From Mourning to Morning
Archives Available on VoiceAmerica Empowerment Channel
Rabbi Mel Glazer dedicates his life to helping people face loss, because he himself has faced loss. His father died the day before his twelfth birthday. Yet he has moved beyond the emotional pain which accompanies loss. So can you. Drawn to a life of service to others, he became a Rabbi, a Doctor of Ministry, and then a Grief Authority so he could help others find a better way to heal from their losses. His two award-winning books have helped thousands of grievers find direction in their response to loss. Whether we are of any faith, or of no faith at all, losing loved ones inspires some of the deepest spiritual questions we will ever face in our lives. What meaning can we find in our losses? Where do we begin? Rabbi Mel connects his life as a leader of his community with his life as a supporter and comforter of other mourners. From this unique position, he has a great deal to teach us about facing loss.
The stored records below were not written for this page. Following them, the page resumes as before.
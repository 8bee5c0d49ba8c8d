import { useEffect, useLayoutEffect, useRef, useState } from 'preact/hooks';

/** Width until the window has been measured: a phone of 390 pixels beside the overview. */
const FIRST_WIDTH = 302;

/** Keeps a scroll position and a thickness in step, at one pixel a nanometre; the width is the window's, pixels. */
export function useRuler(at: number, endNm: number, onMove: (nm: number) => void) {
  const scroller = useRef<HTMLDivElement>(null);
  const [width, setWidth] = useState(FIRST_WIDTH);
  const clamp = (nm: number) => Math.min(endNm, Math.max(0, Math.round(nm)));
  useLayoutEffect(() => {
    const element = scroller.current;
    if (!element) return;
    const observer = new ResizeObserver(() => setWidth(element.clientWidth));
    observer.observe(element);
    return () => observer.disconnect();
  }, []);
  useEffect(() => {
    const element = scroller.current;
    // Only where someone else moved the reading: our own scrolling must not be pulled back to whole pixels.
    if (element && clamp(element.scrollTop) !== at) element.scrollTop = at;
  });
  return {
    scroller,
    width,
    goTo: (nm: number) => onMove(clamp(nm)),
    onScroll: () => {
      if (scroller.current) onMove(clamp(scroller.current.scrollTop));
    },
  };
}
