import { deltaE2000 } from '../../colour/deltaE2000.ts';
import type { ChartView } from '../../engine/contract.ts';

/** Noise of an eye or a phone on one patch, CIEDE2000: the figure for which the chart states its resolvable range. */
export const NOISE_DELTA_E = 2;
/** Two patches of that noise that differ by no more than this are hard to tell apart. */
export const LIKE_DELTA_E = 2 * NOISE_DELTA_E;
/** Thicknesses closer than this share a colour because they are neighbours, not because orders repeat. */
const LEAST_APART_NM = 60;
/** Half-width of a 90 % interval in standard deviations of a normal distribution. */
const COVER_90 = 1.6449;

export interface LikeColour {
  readonly thicknessNm: number;
  readonly order: number;
  /** CIEDE2000. */
  readonly deltaE: number;
}

/** Order of a thickness, 1 from the first bright band. */
export function orderAt(nm: number, boundariesNm: readonly number[]): number {
  return 1 + boundariesNm.filter((boundary) => boundary <= nm).length;
}

/** The chart's row nearest to a thickness. */
export function rowAt({ stepNm, count }: Pick<ChartView, 'stepNm' | 'count'>, nm: number): number {
  return Math.min(count - 1, Math.max(0, Math.round(nm / stepNm)));
}

/**
 * Thicknesses of other orders whose colour is hard to tell from the one at `nm`: of each order the likest, if within
 * `LIKE_DELTA_E`; likest first.
 */
export function likeColours(view: ChartView, nm: number): LikeColour[] {
  const own = rowAt(view, nm);
  const ownOrder = orderAt(own * view.stepNm, view.orderBoundariesNm);
  const best = new Map<number, LikeColour>();
  for (let j = 0; j < view.count; j++) {
    const thicknessNm = j * view.stepNm;
    if (Math.abs(thicknessNm - own * view.stepNm) < LEAST_APART_NM) continue;
    const order = orderAt(thicknessNm, view.orderBoundariesNm);
    if (order === ownOrder) continue;
    const deltaE = deltaE2000(view.lab, own, view.lab, j);
    if (deltaE <= LIKE_DELTA_E && deltaE < (best.get(order)?.deltaE ?? Number.POSITIVE_INFINITY)) {
      best.set(order, { thicknessNm, order, deltaE });
    }
  }
  return [...best.values()].sort((a, b) => a.deltaE - b.deltaE);
}

/** The pairs worth marking on a ruler: of each two orders the likest, no pair of mere neighbours. */
export function markedPairs(view: ChartView): ChartView['lookAlikes'] {
  const best = new Map<string, ChartView['lookAlikes'][number]>();
  for (const pair of view.lookAlikes) {
    if (pair.bNm - pair.aNm < LEAST_APART_NM || pair.bNm > view.resolvableNm.toNm) continue;
    const key = `${orderAt(pair.aNm, view.orderBoundariesNm)}-${orderAt(pair.bNm, view.orderBoundariesNm)}`;
    if (pair.deltaE < (best.get(key)?.deltaE ?? Number.POSITIVE_INFINITY)) best.set(key, pair);
  }
  return [...best.values()].sort((p, q) => p.deltaE - q.deltaE);
}

/**
 * What the stated noise leaves of a reading at `nm`, the order given: the stretch around it whose colours lie within
 * 1.645 standard deviations of the noise. Walked colour by colour, because the chart turns back at its extremes, where a
 * slope would promise nothing or too much. An end at the chart's own end means: or beyond.
 */
export function intervalAt(view: ChartView, nm: number): { lowNm: number; highNm: number } {
  const own = rowAt(view, nm);
  const walk = (step: number) => {
    let j = own;
    while (
      j + step >= 0 &&
      j + step < view.count &&
      deltaE2000(view.lab, own, view.lab, j + step) <= COVER_90 * NOISE_DELTA_E
    ) {
      j += step;
    }
    return j * view.stepNm;
  };
  return { lowNm: walk(-1), highNm: walk(1) };
}

/** Whether a colour alone can tell this thickness, given its order. */
export function placeInRange(
  { resolvableNm: { fromNm, toNm } }: Pick<ChartView, 'resolvableNm'>,
  nm: number,
): 'tooThin' | 'within' | 'tooThick' {
  if (nm < fromNm) return 'tooThin';
  return nm > toNm ? 'tooThick' : 'within';
}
Rabbi Mel makes it possible for us to go “from mourning to morning.”
Rabbi Mel Glazer
It is a sad fact of life: Once we are born, we start to lose. You are here because you have lost someone or something very special, and you have no idea what to do or where to go or how to get there. It hurts. You are in pain. There may be tears and depression and hiding from the world and from your friends and family. You feel lost. We lose good friends, spouses, children, jobs, pets and our health. When that happens, we are clueless about what to do and how to move forward. Why is that?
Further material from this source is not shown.